A rising tide does indeed raise all boats. But, regardless of whether you see it or not, intense competition is coming from both old and new participants. The top 100 banks have grown dramatically. Their share of all assets under management steadily increased from 41% in 1992 to 75.5% in 2018.
Powerful New Competitors
Tech giants with trillions of dollars of market cap, billions of customers, and powerful and influential brands are positioning themselves to provide financial services as an adjacency to their core businesses. On top of that, in virtually every sector of finance — deposits, lending, investments, and payments — well-funded, fast growing start-ups are entering the financial industry and leveraging data to win the most lucrative parts of the banking industry’s business.
For instance, Quicken overtook Wells Fargo to become the nation’s largest mortgage provider early in 2018. Amplifying that fact, Inside Mortgage Finance reported that more than 50% of new home loans are originated by lenders that are not financial institutions, and six of the top ten mortgage lenders are non-banks. This trend is paralleled in the auto industry where found that 39% of new auto loans in Q2 ’18 were made by lenders other than financial institutions.
New Market-Growth Drivers
“Today, scale as the basis of competition is being replaced by the effective use of data.”
For the last 25 years, scale has been the primary driver of growth in the financial industry — more branches, more ATMs, and more advertising equaled higher success. Today, scale as the basis of competition is being replaced by the effective use of data.
Now more than ever before, consumers are turning to their digital devices for just about everything, from entertainment and transportation to retail and much more. But digital experiences are only as good as the data that drives them. That’s why banks and credit unions that effectively use data to fuel highly relevant and personalized digital experiences will win new customers and boost retention for years to come.
Technology is continuously reducing barriers to entry across every industry, and the financial industry is no exception. This trend is enabling new entrants to come to market with less capital and less regulatory oversight more quickly, delivering a higher level of convenience for consumers than ever experienced before.
Today, top-performing banks and credit unions are benefiting from two inescapable trends in the financial industry: an increase in consumer choice and a decrease in the friction to switch. With consumers in the driver’s seat, there’s an increase in expectations for hyper-personalized experiences at every touch point — across platforms and devices. Consumers have the same expectation of financial institutions as they with Netflix, Amazon and other data-driven brands.
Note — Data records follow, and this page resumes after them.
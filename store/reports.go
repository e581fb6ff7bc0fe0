package store

import (
	"context"
	"time"

	"github.com/jackc/pgx/v5"

	"github.com/rotorwright/rotorwright/fleet"
)

// WorkActions are the work-record actions a monthly summary counts.
var WorkActions = []string{"inspect", "service", "repair", "replace", "retire", "update"}

// MonthlyLine is one airframe's month (or the fleet's total).
type MonthlyLine struct {
	AirframeID  *string `json:"airframe_id"` // nil: the total, or work on parts fitted nowhere
	Airframe    string  `json:"airframe"`
	Model       string  `json:"model"`
	Flights     int     `json:"flights"`
	FlightHours float64 `json:"flight_hours"`
	// FlownNotReady counts flights that took off while the airframe was not
	// ready: their verdict at take-off says so, or a flown_not_ready event
	// flags them.
	FlownNotReady        int            `json:"flown_not_ready"`
	WorkRecords          int            `json:"work_records"`
	Maintenance          map[string]int `json:"maintenance"` // by action
	NoticesComplied      int            `json:"notices_complied"`
	Events               int            `json:"events"`
	EventsByKind         map[string]int `json:"events_by_kind"`
	DiscrepanciesFound   int            `json:"discrepancies_found"`
	DiscrepanciesCleared int            `json:"discrepancies_cleared"`
}

// MonthlyReport summarises a calendar month (UTC) per airframe.
type MonthlyReport struct {
	Month     string         `json:"month"` // YYYY-MM
	From      time.Time      `json:"from"`
	To        time.Time      `json:"to"`
	Airframes []*MonthlyLine `json:"airframes"`
	Total     *MonthlyLine   `json:"total"`
}

func newLine(id *string, code, model string) *MonthlyLine {
	l := &MonthlyLine{AirframeID: id, Airframe: code, Model: model, Maintenance: map[string]int{}, EventsByKind: map[string]int{}}
	for _, a := range WorkActions {
		l.Maintenance[a] = 0
	}
	for _, k := range fleet.EventKinds {
		l.EventsByKind[k] = 0
	}
	return l
}

// airframeAt resolves the airframe of a record about a part: the one the
// part was fitted to at the moment ($t), as SQL.
func airframeAt(airframe, part, at string) string {
	return `coalesce(` + airframe + `, (SELECT f.airframe_id FROM fits f WHERE f.part_id = ` + part +
		` AND f.during @> ` + at + ` LIMIT 1))`
}

// Monthly summarises the month starting at from: flights and hours, flights
// flown not ready, maintenance actions, notices complied with, events
// (malfunctions and others) and discrepancies, per airframe, with totals.
func (db *DB) Monthly(ctx context.Context, from time.Time) (*MonthlyReport, error) {
	to := from.AddDate(0, 1, 0)
	rep := &MonthlyReport{Month: from.Format("2006-01"), From: from, To: to, Airframes: []*MonthlyLine{}}
	lines := map[string]*MonthlyLine{}
	var order []*MonthlyLine
	var loose *MonthlyLine // work on parts fitted to no airframe
	line := func(id *string) *MonthlyLine {
		if id == nil {
			if loose == nil {
				loose = newLine(nil, "(parts not fitted)", "")
			}
			return loose
		}
		return lines[*id]
	}
	tx, err := db.pool.BeginTx(ctx, pgx.TxOptions{IsoLevel: pgx.RepeatableRead, AccessMode: pgx.ReadOnly})
	if err != nil {
		return nil, translate(err)
	}
	defer tx.Rollback(ctx)
	err = each(ctx, tx, `
		SELECT id, code, model FROM airframes
		WHERE created_at < $2 AND (retired_at IS NULL OR retired_at >= $1)
		   OR id IN (SELECT airframe_id FROM flights WHERE takeoff_at >= $1 AND takeoff_at < $2)
		ORDER BY code`, []any{from, to}, func(r pgx.Rows) error {
		var id, code, model string
		if err := r.Scan(&id, &code, &model); err != nil {
			return err
		}
		l := newLine(&id, code, model)
		lines[id] = l
		order = append(order, l)
		return nil
	})
	if err == nil {
		err = each(ctx, tx, `
			SELECT f.airframe_id, count(*), coalesce(sum(extract(epoch FROM f.landing_at - f.takeoff_at)) / 3600, 0),
				count(*) FILTER (WHERE (f.readiness_at_takeoff->>'ready')::boolean IS FALSE
					OR EXISTS (SELECT 1 FROM events e WHERE e.flight_id = f.id AND e.kind = 'flown_not_ready'))
			FROM flights f WHERE f.takeoff_at >= $1 AND f.takeoff_at < $2 GROUP BY f.airframe_id`, []any{from, to},
			func(r pgx.Rows) error {
				var id string
				var n, notReady int
				var h float64
				if err := r.Scan(&id, &n, &h, &notReady); err != nil {
					return err
				}
				if l := line(&id); l != nil {
					l.Flights, l.FlightHours, l.FlownNotReady = n, h, notReady
				}
				return nil
			})
	}
	if err == nil {
		err = each(ctx, tx, `
			SELECT `+airframeAt("w.airframe_id", "w.part_id", "w.at")+` AS af, w.action, count(*), count(w.notice_id)
			FROM work_records w WHERE w.at >= $1 AND w.at < $2 GROUP BY 1, 2`, []any{from, to}, func(r pgx.Rows) error {
			var id *string
			var action string
			var n, notices int
			if err := r.Scan(&id, &action, &n, &notices); err != nil {
				return err
			}
			if l := line(id); l != nil {
				l.WorkRecords += n
				l.Maintenance[action] += n
				l.NoticesComplied += notices
			}
			return nil
		})
	}
	if err == nil {
		err = each(ctx, tx, `
			SELECT coalesce(`+airframeAt("e.airframe_id", "e.part_id", "e.at")+`,
				(SELECT fl.airframe_id FROM flights fl WHERE fl.id = e.flight_id)) AS af, e.kind, count(*)
			FROM events e WHERE e.at >= $1 AND e.at < $2 GROUP BY 1, 2`, []any{from, to}, func(r pgx.Rows) error {
			var id *string
			var kind string
			var n int
			if err := r.Scan(&id, &kind, &n); err != nil {
				return err
			}
			if l := line(id); l != nil {
				l.Events += n
				l.EventsByKind[kind] += n
			}
			return nil
		})
	}
	if err == nil {
		err = each(ctx, tx, `
			SELECT `+airframeAt("d.airframe_id", "d.part_id", "d.found_at")+` AS af,
				count(*) FILTER (WHERE d.found_at >= $1 AND d.found_at < $2),
				count(*) FILTER (WHERE d.cleared_at >= $1 AND d.cleared_at < $2)
			FROM discrepancies d
			WHERE (d.found_at >= $1 AND d.found_at < $2) OR (d.cleared_at >= $1 AND d.cleared_at < $2) GROUP BY 1`,
			[]any{from, to}, func(r pgx.Rows) error {
				var id *string
				var found, cleared int
				if err := r.Scan(&id, &found, &cleared); err != nil {
					return err
				}
				if l := line(id); l != nil {
					l.DiscrepanciesFound += found
					l.DiscrepanciesCleared += cleared
				}
				return nil
			})
	}
	if err != nil {
		return nil, translate(err)
	}
	if loose != nil {
		order = append(order, loose)
	}
	rep.Total = newLine(nil, "all airframes", "")
	for _, l := range order {
		rep.Airframes = append(rep.Airframes, l)
		t := rep.Total
		t.Flights += l.Flights
		t.FlightHours += l.FlightHours
		t.FlownNotReady += l.FlownNotReady
		t.WorkRecords += l.WorkRecords
		t.NoticesComplied += l.NoticesComplied
		t.Events += l.Events
		t.DiscrepanciesFound += l.DiscrepanciesFound
		t.DiscrepanciesCleared += l.DiscrepanciesCleared
		for k, v := range l.Maintenance {
			t.Maintenance[k] += v
		}
		for k, v := range l.EventsByKind {
			t.EventsByKind[k] += v
		}
	}
	return rep, translate(tx.Commit(ctx))
}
They want relevant and personalized recommendations and offers in all of their communications.
We all know that in the video media world, Blockbuster was king until Netflix along came. Today, not only is Blockbuster gone, but Netflix has a $180B market cap. Similarly, in retail, 11 years ago Sears was worth $195B, today it’s in chapter 11. Meanwhile, Amazon is flirting with $1Trillion in market cap. What’s behind both of these pairings is an intimate knowledge of customers enabled by the use of data — or the lack of it.
Consumers Look to Banking Providers For Help
Data is disrupting every industry, including financial services. But with the right culture in place, banks and credit unions can use the power of data to increase revenue, reduce costs, and deliver exceptional customer experiences.
Increasingly, consumers are looking to financial institutions for relevance, visibility, and advice. They want their banking provider to guide them with the right offers. They’re looking for a simple breakdown of their finances. And they want advice on how to improve their financial standing.
But none of this is possible without the effective use of data. It’s the core driving factor behind highly-relevant customer communication. “Know Your Customer,” the regulatory requirement, must be replaced by RKYC – “REALLY Know Your Customer.” To do that when most customer relationships are a series of digital transactions requires data.
With the right data, institutions are empowered to accurately segment their audiences and deliver personalized messages to customers in a myriad of ways: from prompts that help tellers advocate for customers with the right offers to personalized notifications to proactive financial guidance, and much more. The effective use of data also allows financial institutions to know when a customer has an existing offer that they can’t match. This reduces operational expenses and ensures that every customer interaction is hyper-personalized across every touch point.
Banks and credit unions that are focused on creating the right digital customer experiences are seeing an increase in customer satisfaction. In turn, when customer satisfaction increases, adoption and engagement also gain momentum. Ultimately, the boost in adoption and engagement lead to a financial institution becoming the primary financial partner for account holders. A recent study of 1,400 financial institutions using data showed a significant increase in business results over their peers who were not using data effectively.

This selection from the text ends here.